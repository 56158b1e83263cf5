/**
 * CIF 1.1 crystal structures (Crystallographic Information File, IUCr).
 *
 * Syntax after the CIF 1.1 specification (Hall, Allen and Brown, Acta Cryst. A47, 655 (1991);
 * IUCr, "CIF version 1.1 syntax specification", 2003): `data_` blocks, `loop_` tables, tags,
 * unquoted, '...' and "..." strings (a quote closes only when followed by whitespace),
 * `;` text fields at the start of a line, `#` comments, `save_` frames (skipped), `?` (unknown)
 * and `.` (inapplicable). DDL2-style tags such as `_cell.length_a` are read as `_cell_length_a`.
 *
 * Crystal data read from the first data block that has atom sites (the names of other blocks go
 * to info.extra.otherBlocks): `_cell_length_a/b/c`, `_cell_angle_alpha/beta/gamma` (90 when
 * absent, noted in info.extra.note), `_atom_site_label`, `_atom_site_type_symbol` (else the
 * label's leading letters), `_atom_site_fract_x/y/z`, `_atom_site_occupancy`; numbers may carry
 * a standard uncertainty in parentheses, e.g. 3.6149(2), which is dropped.
 *
 * Symmetry: the operators of `_space_group_symop_operation_xyz` or `_symmetry_equiv_pos_as_xyz`
 * (strings like `-x+1/2, y, -z+3/4` or `x-y,x,z+1/6`) are applied to every site, images are
 * wrapped into [0, 1) and images of one site closer than 1e-3 (fractional, periodic) are merged
 * (International Tables for Crystallography Vol. A, general and special positions). Each image
 * keeps its asymmetric-unit site label, so a site can be chosen as the absorber by label. A file
 * that names a space group other than P 1 but lists no operators is refused: shellrank does not
 * build operators from space-group symbols.
 */
import { InputError } from '../../core/errors';
import type { StructureFormat } from '../registry';
import { makeStructure, invertCell, latticeFromParameters, type Structure, type StructureInfo } from '../../structure/structure';
import { canonicalSymbol } from '../../elements/index';
import { MIN_UNIT_CELL_VOLUME, parseReal, quote, unitCellVolume } from './text';

// ---------------------------------------------------------------------------------------------
// Lexer and block parser

type CifTokenKind = 'data' | 'loop' | 'save' | 'global' | 'stop' | 'tag' | 'value';

interface CifToken {
  kind: CifTokenKind;
  /** Tag name, block name, or the value text (quotes removed). */
  text: string;
  /** 1-based line where the token starts. */
  line: number;
  /** True for quoted strings and text fields (so "?" and "." are literal). */
  quoted: boolean;
}

/** One value of a CIF data item, with where it came from. */
export interface CifValue {
  text: string;
  line: number;
  quoted: boolean;
}

/** A data block: single items and loops, with tags normalised (lower case, DDL2 '.' -> '_'). */
export interface CifBlock {
  name: string;
  line: number;
  /** Tag -> its values (one for a single item, a column for a looped item). */
  columns: Map<string, CifValue[]>;
  /** Tag -> line of the tag itself. */
  tagLines: Map<string, number>;
  /** Tag -> index of the loop it belongs to (-1 for single items). */
  loopOf: Map<string, number>;
}

function isWhite(c: number): boolean {
  return c === 32 || c === 9 || c === 10 || c === 13 || c === 11 || c === 12;
}

function tokenizeCif(text: string, file: string): CifToken[] {
  const tokens: CifToken[] = [];
  const n = text.length;
  let i = text.charCodeAt(0) === 0xfeff ? 1 : 0;
  let line = 1;
  let lineStart = i;
  while (i < n) {
    const c = text.charCodeAt(i);
    if (c === 10) { i++; line++; lineStart = i; continue; }
    if (isWhite(c)) { i++; continue; }
    if (c === 35) { // '#': comment to end of line
      const nl = text.indexOf('\n', i);
      i = nl < 0 ? n : nl;
      continue;
    }
    if (c === 59 && i === lineStart) { // ';' text field
      const startLine = line;
      let j = i + 1;
      let close = -1;
      for (;;) {
        const nl = text.indexOf('\n', j);
        if (nl < 0) break;
        line++;
        if (text.charCodeAt(nl + 1) === 59) { close = nl; break; }
        j = nl + 1;
      }
      if (close < 0) throw new InputError('text field opened with ";" is never closed by a line starting with ";"', { file, line: startLine });
      let value = text.slice(i + 1, close);
      if (value.endsWith('\r')) value = value.slice(0, -1);
      // An opening ';' alone on its line starts the value on the next line.
      const firstBreak = value.indexOf('\n');
      if (firstBreak >= 0 && value.slice(0, firstBreak).trim().length === 0) value = value.slice(firstBreak + 1);
      else if (firstBreak < 0 && value.trim().length === 0) value = '';
      tokens.push({ kind: 'value', text: value, line: startLine, quoted: true });
      i = close + 2;
      lineStart = close + 1;
      continue;
    }
    if (c === 39 || c === 34) { // quoted string: closes at the same quote followed by whitespace
      let j = i + 1;
      for (;;) {
        if (j >= n || text.charCodeAt(j) === 10) {
          throw new InputError(`unterminated ${c === 39 ? "'...'" : '"..."'} string`, { file, line });
        }
        if (text.charCodeAt(j) === c && (j + 1 >= n || isWhite(text.charCodeAt(j + 1)))) break;
        j++;
      }
      tokens.push({ kind: 'value', text: text.slice(i + 1, j), line, quoted: true });
      i = j + 1;
      continue;
    }
    const start = i;
    while (i < n && !isWhite(text.charCodeAt(i))) i++;
    const word = text.slice(start, i);
    const lower = word.toLowerCase();
    let kind: CifTokenKind = 'value';
    let body = word;
    if (lower.startsWith('data_')) { kind = 'data'; body = word.slice(5); }
    else if (lower === 'loop_') kind = 'loop';
    else if (lower.startsWith('save_')) { kind = 'save'; body = word.slice(5); }
    else if (lower === 'global_') kind = 'global';
    else if (lower === 'stop_') kind = 'stop';
    else if (c === 95) { kind = 'tag'; body = normaliseTag(word); }
    tokens.push({ kind, text: body, line, quoted: false });
  }
  return tokens;
}

/** Lower case, and the first '.' of a DDL2 tag ("_cell.length_a") read as '_'. */
function normaliseTag(tag: string): string {
  return tag.toLowerCase().replace('.', '_');
}

/**
 * Parse CIF text into data blocks.
 *
 * @throws InputError (file and line) on syntax errors: unterminated strings or text fields,
 * content outside a data block, a tag without a value, a loop whose values do not fill its
 * rows, a tag given twice in a block.
 */
export function parseCifBlocks(text: string, file: string): CifBlock[] {
  const tokens = tokenizeCif(text, file);
  const blocks: CifBlock[] = [];
  let block: CifBlock | null = null;
  let loops = 0;
  let t = 0;
  const define = (tag: string, line: number, values: CifValue[], loop: number): void => {
    if (!block) throw new InputError(`tag ${tag} appears before the first data_ block`, { file, line });
    if (block.columns.has(tag)) throw new InputError(`tag ${tag} is given twice in data block '${block.name}'`, { file, line, key: tag });
    block.columns.set(tag, values);
    block.tagLines.set(tag, line);
    block.loopOf.set(tag, loop);
  };
  while (t < tokens.length) {
    const token = tokens[t];
    switch (token.kind) {
      case 'data':
        if (token.text.length === 0) throw new InputError('data_ block without a name', { file, line: token.line });
        block = { name: token.text, line: token.line, columns: new Map(), tagLines: new Map(), loopOf: new Map() };
        blocks.push(block);
        loops = 0;
        t++;
        break;
      case 'save': {
        // Skip a save frame up to its closing bare "save_".
        if (token.text.length === 0) throw new InputError('save_ without an open save frame', { file, line: token.line });
        t++;
        while (t < tokens.length && !(tokens[t].kind === 'save' && tokens[t].text.length === 0)) t++;
        if (t >= tokens.length) throw new InputError(`save frame '${token.text}' is never closed`, { file, line: token.line });
        t++;
        break;
      }
      case 'global':
      case 'stop':
        throw new InputError(`reserved word ${token.kind}_ is not allowed in a CIF 1.1 data file`, { file, line: token.line });
      case 'tag': {
        const value = tokens[t + 1];
        if (!value || value.kind !== 'value') {
          throw new InputError(`tag ${token.text} has no value`, { file, line: token.line, key: token.text });
        }
        define(token.text, token.line, [{ text: value.text, line: value.line, quoted: value.quoted }], -1);
        t += 2;
        break;
      }
      case 'loop': {
        const loopLine = token.line;
        t++;
        const tags: CifToken[] = [];
        while (t < tokens.length && tokens[t].kind === 'tag') tags.push(tokens[t++]);
        if (tags.length === 0) throw new InputError('loop_ without tags', { file, line: loopLine });
        const columns: CifValue[][] = tags.map(() => []);
        let count = 0;
        let lastLine = tags[tags.length - 1].line;
        while (t < tokens.length && tokens[t].kind === 'value') {
          const v = tokens[t++];
          columns[count % tags.length].push({ text: v.text, line: v.line, quoted: v.quoted });
          lastLine = v.line;
          count++;
        }
        if (count % tags.length !== 0) {
          throw new InputError(`loop of ${tags.length} tags (${tags[0].text}, ...) holds ${count} values, not a whole number of rows`, { file, line: lastLine, key: tags[0].text });
        }
        const index = loops++;
        tags.forEach((tag, k) => define(tag.text, tag.line, columns[k], index));
        break;
      }
      case 'value':
        throw new InputError(`value ${quote(token.text)} without a tag`, { file, line: token.line });
    }
  }
  return blocks;
}

// ---------------------------------------------------------------------------------------------
// Values

/** True for the CIF null values: unquoted '?' (unknown) or '.' (inapplicable). */
function isNull(value: CifValue): boolean {
  return !value.quoted && (value.text === '?' || value.text === '.');
}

---

GOAL OF THE EXERCISE: Retype exactly the lines from the start of the entries through the one with "text fields at"; include both ends.

RESPONSE TO THIS TASK:
repository 56158b1e83263cf5
/**
 * CIF 1.1 crystal structures (Crystallographic Information File, IUCr).
 *
 * Syntax after the CIF 1.1 specification (Hall, Allen and Brown, Acta Cryst. A47, 655 (1991);
 * IUCr, "CIF version 1.1 syntax specification", 2003): `data_` blocks, `loop_` tables, tags,
 * unquoted, '...' and "..." strings (a quote closes only when followed by whitespace),
 * `;` text fields at the start of a line, `#` comments, `save_` frames (skipped), `?` (unknown)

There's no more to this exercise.